A soul may choose to have experiences that society believes only a soulless individual could tolerate, which is not the case. Without a soul, a body—or even a fetus—is not viable or alive. Hitler, Idi Amin, and Osama bin Laden were all souls having a physical experience to try out various lessons. All have been termed soulless by society. Simply put, if someone walks on the planet, he or she has a soul.

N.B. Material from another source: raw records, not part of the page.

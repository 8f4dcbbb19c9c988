"""The pages that say where promises stand: overview, promise, slice."""

# No postponed annotations here: the routes' parameters name objects that live inside `router`.

from collections.abc import Mapping, Sequence
from dataclasses import dataclass
from typing import Annotated, Any, Final

from fastapi import APIRouter, Depends, Query, Request
from markupsafe import Markup
from starlette.responses import RedirectResponse, Response

from watcher import wording
from watcher.ledger.overview import PromiseOverview
from watcher.ledger.store import Ledger
from watcher.records import Standing, StoredTerm, Terms
from watcher.text import safe
from watcher.web import figures, plain, reading
from watcher.web.access import Access, Visitor
from watcher.web.charts import Gallery
from watcher.web.events import told
from watcher.web.forms import Form
from watcher.web.pages import page
from watcher.web.places import from_segment, promise_path, slice_id
from watcher.web.problems import Refused
from watcher.web.reading import Board
from watcher.web.site import Site

TOLD: Final = 6
"""Up to so many promises are told in full on the overview."""
_RANK: Final = {"breached": 0, "undecided": 2, "supported": 3}


@dataclass(frozen=True, slots=True)
class Row:
    """One promise in the overview."""

    whole: Standing
    terms: Terms
    headline: str
    broken: tuple[str, ...]
    warned: tuple[str, ...]
    flags: tuple[str, ...]
    spark: Markup
    path: str
    rank: int
    state: str
    """Of the whole, or "broken in slices" when only slices are."""


def row_of(found: PromiseOverview) -> Row:
    """A promise as the overview shows it."""
    whole, terms = found.whole, found.stored.terms
    warned = bool(found.warned) or "warning" in whole.flags
    state = plain.STATES[whole.state]
    rank = _RANK[whole.state]
    if found.broken and whole.state != "breached":
        state, rank = "broken in part", 1
    elif rank > 1 and (warned or "stale" in whole.flags):
        rank = 1
    return Row(
        whole=whole,
        terms=terms,
        headline=_headline(whole, terms, in_part=rank == 1 and bool(found.broken)),
        broken=tuple(_cell(*key) for key in found.broken),
        warned=tuple(_cell(*key) for key in found.warned),
        flags=tuple(plain.FLAGS[flag] for flag in whole.flags),
        spark=reading.spark(found),
        path=promise_path(terms.promise, terms.version),
        rank=rank,
        state=state,
    )


def _headline(whole: Standing, terms: Terms, *, in_part: bool) -> str:
    """The state in a few words, as a sentence."""
    text = ("as a whole " if in_part else "") + wording.headline(whole, terms)
    return text[0].upper() + text[1:] + "."


def _cell(column: str, value: str) -> str:
    return f"{safe(column, 40)} = {safe(value, 40) or '(empty)'}"


@dataclass(frozen=True, slots=True)
class _Parts:
    """What the handlers share."""

    site: Site
    access: Access
    board: Board
    gallery: Gallery

    def unit(self, terms: Terms) -> str:
        return self.site.units().get((terms.promise, terms.version), "sample")


def router(site: Site, access: Access, board: Board, gallery: Gallery) -> APIRouter:
    """The pages of this group."""
    made = APIRouter(include_in_schema=False)
    parts = _Parts(site, access, board, gallery)
    reader = Depends(access.page_reader)

    @made.get("/")
    def overview(
        request: Request,
        visitor: Annotated[Visitor, reader],
        q: Annotated[str, Query(max_length=80)] = "",
        state: str = "",
    ) -> Response:
        del visitor
        ledger = site.ledger()
        head, found = board.read(ledger)
        rows = sorted(
            (row_of(each) for each in found), key=lambda row: (row.rank, row.terms.promise, row.terms.version)
        )
        shown = [row for row in rows if _wanted(row, q, state)]
        counts: dict[str, int] = {}
        for row in rows:
            counts[row.state] = counts.get(row.state, 0) + 1
        context = {
            "rows": shown,
            "all": len(rows),
            "counts": counts,
            "q": q,
            "chosen": state,
            "head": head,
            "looked": reading.at(ledger.newest_at()),
            "failed": [each for each in ledger.source_states() if each.failures],
            "told": [_told(parts, ledger, each) for each in found] if len(found) <= TOLD else [],
            "events": told(ledger, ledger.events(limit=8)),
        }
        return page(request, "overview.html", context)

    @made.get("/promises/{name}/{version}")
    def promise(request: Request, visitor: Annotated[Visitor, reader], name: str, version: str) -> Response:
        ledger = site.ledger()
        stored = reading.find_term(ledger, from_segment(name), from_segment(version))
        return page(request, "promise.html", _promise(parts, ledger, stored, visitor))

    @made.get("/promises/{name}/{version}/slices/{cell}")
    def one_slice(
        request: Request, visitor: Annotated[Visitor, reader], name: str, version: str, cell: str
    ) -> Response:
        ledger = site.ledger()
        stored = reading.find_term(ledger, from_segment(name), from_segment(version))
        return page(request, "slice.html", _slice(parts, ledger, stored, cell, visitor))

    @made.post("/promises/{name}/{version}/acknowledge")
    def acknowledge(
        request: Request, visitor: Annotated[Visitor, Depends(access.actor)], form: Form, name: str, version: str
    ) -> Response:
        del request
        promise_name, version_name = from_segment(name), from_segment(version)
        reading.find_term(site.ledger(), promise_name, version_name)
        number, why = form.get("breach", ""), form.get("why", "").strip()
        if not (number.isascii() and number.isdigit() and len(number) < 10):
            raise Refused(422, "invalid", "breach: the number of a breach is needed.")
        if not 1 <= len(why) <= 500:
            raise Refused(422, "invalid", "why: say in 1 to 500 characters what was decided, or what is being done.")
        access.acknowledge(visitor, promise_name, version_name, int(number), why)
        return RedirectResponse(promise_path(promise_name, version_name) + "#events", 303)

    return made


def _wanted(row: Row, q: str, state: str) -> bool:
    return (not q or q.lower() in row.terms.promise.lower()) and (not state or state == row.state)


def _told(parts: _Parts, ledger: Ledger, found: PromiseOverview) -> Mapping[str, Any]:
    """A promise in full, for an overview of few."""
    terms = found.stored.terms
    rows = reading.history(ledger, terms, ("", ""))
    return {
        "terms": terms,
        "path": promise_path(terms.promise, terms.version),
        "sentence": wording.sentence(found.whole, terms, parts.unit(terms)),
        "flags": wording.flag_sentences(found.whole, terms),
        "broken": [(_cell(*key), slice_id(*key)) for key in found.broken],
        "figure": figures.bounds(parts.gallery, found.stored, ("", ""), rows),
    }


def _promise(parts: _Parts, ledger: Ledger, stored: StoredTerm, visitor: Visitor) -> Mapping[str, Any]:
    terms = stored.terms
    standings = ledger.standings(promise=terms.promise, version=terms.version)
    whole = next((each for each in standings if not each.column), None)
    if whole is None:
        raise Refused(404, "nothing-yet", "This promise has no verdict yet.")
    rows = reading.history(ledger, terms, ("", ""))
    slices = reading.by_total([each for each in standings if each.column])
    rejected, _ = ledger.rejects(terms.promise)
    unit = parts.unit(terms)
    return {
        **_common(stored, whole, unit),
        "figures": figures.figures(parts.gallery, ledger, stored, ("", ""), rows),
        "slices": [(each, slice_id(each.column, each.value)) for each in slices],
        "multiples": figures.multiples(parts.gallery, ledger, stored, slices) if slices else None,
        "small": figures.SMALL,
        "events": told(ledger, reading.events_of(ledger, terms), terms),
        "may_act": visitor.acts,
        "rejected": rejected,
        "cells": plain.parts(ledger.cells(stored.id), terms, {(s.column, s.value): s.threshold for s in standings}),
        "budgets": plain.budget_rows(terms),
        "budget_sentence": wording.budgets(terms),
        "term_rows": plain.term_rows(terms),
        "steps": _steps(whole, slices, terms),
        "in_part": whole.state != "breached" and any(each.state == "breached" for each in slices),
        "others": [
            (each.terms.version, promise_path(each.terms.promise, each.terms.version))
            for each in ledger.terms(open_only=False)
            if each.terms.promise == terms.promise and each.terms.version != terms.version
        ],
    }


def _steps(whole: Standing, slices: Sequence[Standing], terms: Terms) -> list[str]:
    steps: dict[str, None] = {}
    for each in (whole, *(s for s in slices if s.state == "breached")):
        for step in wording.next_steps(each, terms):
            steps.setdefault(step)
    return list(steps)


def _common(stored: StoredTerm, standing: Standing, unit: str) -> dict[str, Any]:
    terms = stored.terms
    return {
        "terms": terms,
        "stored": stored,
        "standing": standing,
        "path": promise_path(terms.promise, terms.version),
        "sentence": wording.sentence(standing, terms, unit),
        "flags": wording.flag_sentences(standing, terms),
        "diagnostics": plain.diagnostics(standing, terms, unit),
        "cautions": wording.CAUTIONS,
        "method": wording.method(terms),
        "unit": unit,
    }


def _slice(parts: _Parts, ledger: Ledger, stored: StoredTerm, cell_id: str, visitor: Visitor) -> Mapping[str, Any]:
    terms = stored.terms
    cell = reading.find_cell(ledger.cells(stored.id), cell_id)
    rows = reading.history(ledger, terms, cell.key)
    if not rows:
        raise Refused(404, "nothing-yet", "This slice has no verdict yet.")
    standing = rows[-1].standing
    return {
        **_common(stored, standing, parts.unit(terms)),
        "cell": _cell(cell.column, cell.value),
        "figures": figures.figures(parts.gallery, ledger, stored, cell.key, rows),
        "events": told(ledger, reading.events_of(ledger, terms, 400, cell.key), terms),
        "may_act": visitor.acts,
        "cells": plain.parts([cell], terms, {cell.key: standing.threshold}),
        "steps": list(wording.next_steps(standing, terms)),
        "budget_sentence": wording.budgets(terms),
    }
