"""Signing in and out: a token becomes a session in a cookie that scripts cannot read."""

# No postponed annotations here: the routes' parameters name objects that live inside `router`.

from typing import Annotated

from fastapi import APIRouter, Depends, Request
from starlette.responses import RedirectResponse, Response

from watcher.web.access import Access, Visitor
from watcher.web.forms import Form
from watcher.web.pages import page
from watcher.web.problems import Refused


def router(access: Access) -> APIRouter:
    """/sign-in and /sign-out."""
    made = APIRouter(include_in_schema=False)

    @made.get("/sign-in")
    def ask(request: Request, next: str = "/") -> Response:  # noqa: A002 - the name in the address
        return page(request, "sign_in.html", {"next": local(next), "told": ""})

    @made.post("/sign-in")
    def sign_in(request: Request, form: Form) -> Response:
        goal = local(form.get("next", "/"))
        response = RedirectResponse(goal, 303)
        try:
            access.sign_in(request, form.get("token", "").strip(), response)
        except Refused as refused:
            shown = page(request, "sign_in.html", {"next": goal, "told": refused.detail}, refused.status_code)
            shown.headers.update(refused.headers or {})
            return shown
        return response

    @made.post("/sign-out")
    def sign_out(request: Request, visitor: Annotated[Visitor, Depends(access.anyone)]) -> Response:
        del visitor
        response = RedirectResponse("/sign-in" if request.app.state.site.tokens_required else "/", 303)
        access.sign_out(request, response)
        return response

    return made


def local(goal: str) -> str:
    """Where to go after signing in: a path of this site, never another site."""
    fine = goal.startswith("/") and not goal.startswith(("//", "/\\")) and goal.isprintable()
    return goal if fine else "/"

Your son is finding his way. He is trying to totally understand the lessons that he chose and how he dealt with them. He thinks of you often and may try to make contact soon.

Second guessing life

Tuesday, June 4th, 2013

QUESTION: Masters, when I was 6 years old I decided that I wouldn’t want to have children. Now I’m 30 and my mind hasn’t changed a bit. I actually think about removing my uterus or having sterilization. I love kids, but not in a way of needing to have my own. I dream that I could help the forgotten children like child slaves, child soldiers and child prostitutes. However I have started to worry that what if there’s a soul waiting for being born into my life and not accepting that soul I would do bad karma for myself. I’m getting very anxious when I think about all this, though I know souls have multiple possible parents for themselves. The last 3 lives I have had here have went by as childfree. P.S. Can you give me any tips how to win the horrible dentist phobia I suffer from? I have no idea where it’s coming from. ~Maarit, Finland

ANSWER: A soul has complete freedom to choose whatever they wish to experience. If any contracts were made before coming to Earth you may choose to change the conditions. Worrying is just a reflection of the thinking that has been placed in your head by what others have said to you or what you have read. Your feelings are an indication of what your soul wants to do.

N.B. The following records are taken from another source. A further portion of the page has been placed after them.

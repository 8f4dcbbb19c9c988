"""What every request must pass and every answer carries: known Host, own Origin, no token in the address, headers."""

from __future__ import annotations

from collections.abc import Iterable, Sequence
from typing import Final
from urllib.parse import parse_qsl, urlsplit

import structlog
from starlette.datastructures import Headers, MutableHeaders
from starlette.types import ASGIApp, Message, Receive, Scope, Send

from watcher.ledger.tokens import PREFIX
from watcher.text import safe
from watcher.web.problems import problem

LOOPBACK: Final = ("127.0.0.1", "localhost", "[::1]")
UNSAFE: Final = frozenset({"POST", "PUT", "PATCH", "DELETE"})
SECRET_NAMES: Final = frozenset({"token", "access_token", "auth", "authorization", "bearer", "key", "api_key"})
"""Query parameters that would carry a token: an address is kept in histories, logs and referrers."""
PAGE_POLICY: Final = (
    "default-src 'none'; script-src 'self'; style-src 'self'; img-src 'self'; connect-src 'self'; form-action 'self'; "
    "frame-ancestors 'none'; base-uri 'none'"
)
FILE_POLICY: Final = "default-src 'none'; style-src 'unsafe-inline'; img-src data:; frame-ancestors 'none'; sandbox"
"""For archived reports: they carry their style inside and run nothing."""
_HEADERS: Final = (
    ("X-Content-Type-Options", "nosniff"),
    ("X-Frame-Options", "DENY"),
    # Not no-referrer: with it a browser sends "Origin: null" with our own forms, and these would be refused.
    ("Referrer-Policy", "same-origin"),
    ("Cross-Origin-Opener-Policy", "same-origin"),
    ("Cross-Origin-Resource-Policy", "same-origin"),
    ("Permissions-Policy", "camera=(), geolocation=(), microphone=(), payment=(), usb=()"),
)
_BODY_LIMIT: Final = 64 * 1024
log = structlog.get_logger("watcher.web")


class Guard:
    """ASGI middleware around the whole app. A refusal is logged with its reason and answered with a problem."""

    def __init__(self, app: ASGIApp, *, hosts: Sequence[str]) -> None:
        self._app = app
        self._hosts = frozenset(host.lower() for host in hosts)

    async def __call__(self, scope: Scope, receive: Receive, send: Send) -> None:
        """Pass the request on, or refuse it."""
        if scope["type"] != "http":
            # No web sockets are served; lifespan belongs to the app.
            if scope["type"] == "lifespan":
                await self._app(scope, receive, send)
            return
        sent = _Sender(send)
        refused = self._refuse(scope)
        if refused is not None:
            status, reason, detail = refused
            refusal(scope, reason, status)
            await problem(status, reason, detail)(scope, receive, sent)
            return
        await self._app(scope, _Limited(receive), sent)

    def _refuse(self, scope: Scope) -> tuple[int, str, str] | None:
        headers = Headers(scope=scope)
        hosts = headers.getlist("host")
        if len(hosts) != 1 or not self._known(hosts[0], scope):
            return 421, "foreign-host", "This address is not served here; `[web] hosts` names further ones."
        origins = headers.getlist("origin")
        if any(not self._own(origin, hosts[0], scope) for origin in origins):
            return 403, "foreign-origin", "Requests from pages of other sites are refused."
        if scope["method"] in UNSAFE:
            if headers.get("sec-fetch-site", "same-origin") not in ("same-origin", "none"):
                return 403, "foreign-origin", "Requests from pages of other sites are refused."
            # A browser always names the origin of a form; without one only a program that shows its token is let in.
            if not origins and not headers.get("authorization"):
                return 403, "no-origin", "A change needs the Origin header of this site, or a token."
        if _carries_secret(scope["query_string"]):
            return (
                400,
                "token-in-address",
                "A token does not belong into an address: revoke it, and send it in a header.",
            )
        length = headers.get("content-length", "0")
        if not length.isascii() or not length.isdigit() or int(length[:12]) > _BODY_LIMIT:
            return 413, "too-large", f"A body holds at most {_BODY_LIMIT} bytes."
        return None

    def _known(self, host: str, scope: Scope) -> bool:
        host = host.lower()
        port = (scope.get("server") or ("", None))[1]
        name, number = _split(host)
        if name in LOOPBACK:
            return number == port or (number is None and port in (80, 443))
        return host in self._hosts or name in self._hosts

    def _own(self, origin: str, host: str, scope: Scope) -> bool:
        try:
            parts = urlsplit(origin)
        except ValueError:
            return False
        if parts.scheme not in ("http", "https") or parts.path or parts.query or parts.fragment or "@" in parts.netloc:
            return False
        return parts.netloc.lower() == host.lower() and self._known(parts.netloc, scope)


class _Sender:
    """Adds the headers to every answer, also to those of errors."""

    def __init__(self, send: Send) -> None:
        self._send = send

    async def __call__(self, message: Message) -> None:
        if message["type"] == "http.response.start":
            headers = MutableHeaders(scope=message)
            for name, value in _HEADERS:
                headers.setdefault(name, value)
            headers.setdefault("Content-Security-Policy", PAGE_POLICY)
            headers.setdefault("Cache-Control", "no-store")
        await self._send(message)


class _Limited:
    """Cuts off a body that is longer than it may be, whatever its header said."""

    def __init__(self, receive: Receive) -> None:
        self._receive = receive
        self._seen = 0

    async def __call__(self) -> Message:
        message = await self._receive()
        self._seen += len(message.get("body", b""))
        if self._seen > _BODY_LIMIT:
            return {"type": "http.disconnect"}
        return message


def refusal(scope: Scope, reason: str, status: int, **facts: object) -> None:
    """Log a refused request. The address is logged without its query, which may hold what nobody should read."""
    client = (scope.get("client") or ("unknown", 0))[0]
    log.warning(
        "request refused", reason=reason, status=status, method=scope["method"], path=safe(scope["path"], 200),
        client=safe(str(client)), **facts,
    )  # fmt: skip


def _split(host: str) -> tuple[str, int | None]:
    name, colon, number = host.rpartition(":")
    if not colon or host.endswith("]"):
        return host, None
    return (name, int(number)) if number.isascii() and number.isdigit() and len(number) <= 5 else (host, None)


def _carries_secret(query: bytes) -> bool:
    if not query:
        return False
    text = query.decode("latin-1")
    return PREFIX in _flat(text) or any(name.lower() in SECRET_NAMES for name in _names(text))


def _flat(text: str) -> str:
    return "&".join(f"{name}={value}" for name, value in parse_qsl(text, keep_blank_values=True))


def _names(text: str) -> Iterable[str]:
    return (name for name, _ in parse_qsl(text, keep_blank_values=True))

Your problem with your life is thinking too much. You live in fear. Not wanting to have children is a life lesson many wish to go through. You carry your desire to the extreme by thinking it is what you want to do but that you may want to change your mind, so why not make it impossible to change your mind by removing the organs necessary to create another life?

Do you believe you do not want children because you feel you have had prior lives without children? One has nothing to do with the other unless you convince yourself that it does. You also choose the beliefs by which you lead your life. Take responsibility for the choices you are making. Don’t let others dictate to you.

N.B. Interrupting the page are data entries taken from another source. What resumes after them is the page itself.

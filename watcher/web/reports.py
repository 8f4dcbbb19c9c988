"""The archive of weekly reports: a list, and the files as they were stored."""

# No postponed annotations here: the routes' parameters name objects that live inside `router`.

from collections.abc import Sequence
from itertools import groupby
from typing import Annotated, Final

from fastapi import APIRouter, Depends, Request
from starlette.responses import Response

from watcher.ledger.reports import StoredReport
from watcher.ledger.store import Ledger
from watcher.text import safe
from watcher.web.access import Access, Visitor
from watcher.web.pages import page
from watcher.web.problems import Refused
from watcher.web.security import FILE_POLICY, refusal
from watcher.web.site import Site

TYPES: Final = {
    "html": "text/html; charset=utf-8",
    "csv": "text/csv; charset=utf-8",
    "json": "application/json",
    "pdf": "application/pdf",
}
_PLAIN: Final = "application/octet-stream"


def router(site: Site, access: Access) -> APIRouter:
    """/reports and its files."""
    made = APIRouter(include_in_schema=False)
    reader = Depends(access.page_reader)

    @made.get("/reports")
    def listed(request: Request, visitor: Annotated[Visitor, reader]) -> Response:
        del visitor
        return page(request, "reports.html", {"reports": grouped(site.ledger().reports.listed())})

    @made.get("/reports/{week}/{revision}/{name:path}")
    def file(request: Request, visitor: Annotated[Visitor, reader], week: str, revision: str, name: str) -> Response:
        del visitor
        number = int(revision) if revision.isascii() and revision.isdigit() and len(revision) < 7 else -1
        return stored_file(request, site.ledger(), week, number, name)

    return made


def grouped(reports: Sequence[StoredReport]) -> list[tuple[StoredReport, list[str]]]:
    """One line a report: its first file's facts, and the names of all files."""
    made = []
    for _, each in groupby(reports, key=lambda r: (r.week, r.revision)):
        files = list(each)
        made.append((files[0], [file.name for file in files]))
    return made


def stored_file(request: Request, ledger: Ledger, week: str, revision: int, name: str) -> Response:
    """The bytes of an archived file. Names are compared with the ledger's, no file system is asked. Raises Refused (404)."""
    content = ledger.reports.content(week, revision, name) if revision >= 0 else None
    if content is None:
        refusal(request.scope, "no-such-report", 404)
        raise Refused(404, "no-such-report", "There is no such file in the archive; /reports lists what there is.")
    suffix = name.rpartition(".")[2].lower()
    kind = TYPES.get(suffix, _PLAIN)
    way = "inline" if suffix == "html" else "attachment"
    headers = {
        "Content-Security-Policy": FILE_POLICY,
        "Content-Disposition": f'{way}; filename="{_file_name(name)}"',
    }
    return Response(content, headers=headers, media_type=kind)


def _file_name(name: str) -> str:
    shown = safe(name, 100)
    return "".join(c if c.isascii() and (c.isalnum() or c in "._- ") else "_" for c in shown)
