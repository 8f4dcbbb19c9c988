"""Events as pages list them, and the page of all events."""

# No postponed annotations here: the routes' parameters name objects that live inside `router`.

from collections.abc import Mapping, Sequence
from typing import Annotated, Any, Final

from fastapi import APIRouter, Depends, Query, Request
from starlette.responses import Response

from watcher import wording
from watcher.ledger.store import Ledger
from watcher.records import EVENTS, StoredEvent, Terms
from watcher.web.access import Access, Visitor
from watcher.web.pages import page
from watcher.web.places import promise_path
from watcher.web.problems import Refused
from watcher.web.site import Site

PAGE: Final = 50


def told(ledger: Ledger, found: Sequence[StoredEvent], terms: Terms | None = None) -> list[Mapping[str, Any]]:
    """Events as the pages list them."""
    known = {}
    if terms is None:
        known = {(each.terms.promise, each.terms.version): each.terms for each in ledger.terms(open_only=False)}
    made: list[Mapping[str, Any]] = []
    for each in found:
        of = terms or known.get((each.event.promise, each.event.version))
        number = each.event.facts.get("number")
        made.append(
            {
                "look": each.look,
                "n": each.n,
                "at": each.at,
                "promise": each.event.promise,
                "kind": each.event.kind,
                "sentence": wording.event_sentence(each.event, of),
                "acknowledged_by": each.acknowledged_by,
                "number": number if isinstance(number, int) else None,
                "path": promise_path(each.event.promise, each.event.version) if each.event.promise else None,
            }
        )
    return made


def router(site: Site, access: Access) -> APIRouter:
    """/events."""
    made = APIRouter(include_in_schema=False)

    @made.get("/events")
    def events(
        request: Request,
        visitor: Annotated[Visitor, Depends(access.page_reader)],
        promise: Annotated[str, Query(max_length=80)] = "",
        kind: str = "",
        before: str = "",
    ) -> Response:
        del visitor
        if kind and kind not in EVENTS:
            raise Refused(422, "invalid", f"kind: allowed are {', '.join(EVENTS)}.")
        ledger = site.ledger()
        found = ledger.events(
            promise=promise or None, kinds=[kind] if kind else None, limit=PAGE + 1, before=place(before)
        )
        more = found[PAGE - 1] if len(found) > PAGE else None
        context = {
            "events": told(ledger, found[:PAGE]),
            "promise": promise,
            "kind": kind,
            "kinds": EVENTS,
            "older": f"{more.look}-{more.n}" if more is not None else "",
        }
        return page(request, "events.html", context)

    return made


def place(text: str) -> tuple[int, int] | None:
    """The place of an event written as LOOK-N; empty: None. Raises Refused (422)."""
    if not text:
        return None
    look, _, n = text.partition("-")
    if not all(each.isascii() and each.isdigit() and len(each) <= 15 for each in (look, n)):
        raise Refused(422, "invalid", "before: LOOK-N, the place of an event, is needed.")
    return int(look), int(n)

Give yourself a break. There is no such thing as bad karma. Karma is a concept of Eastern religions and is based on a revenge system. There is no punishment for the choices you make during a lifetime. The selection of parents is a joint decision between the incoming soul and the parents on the planet.

You feel you know so much about past lives: explore the ones where you were tortured by having your teeth extracted, where disease caused you to lose your teeth and were then not able to eat, and where your mouth was malformed at birth.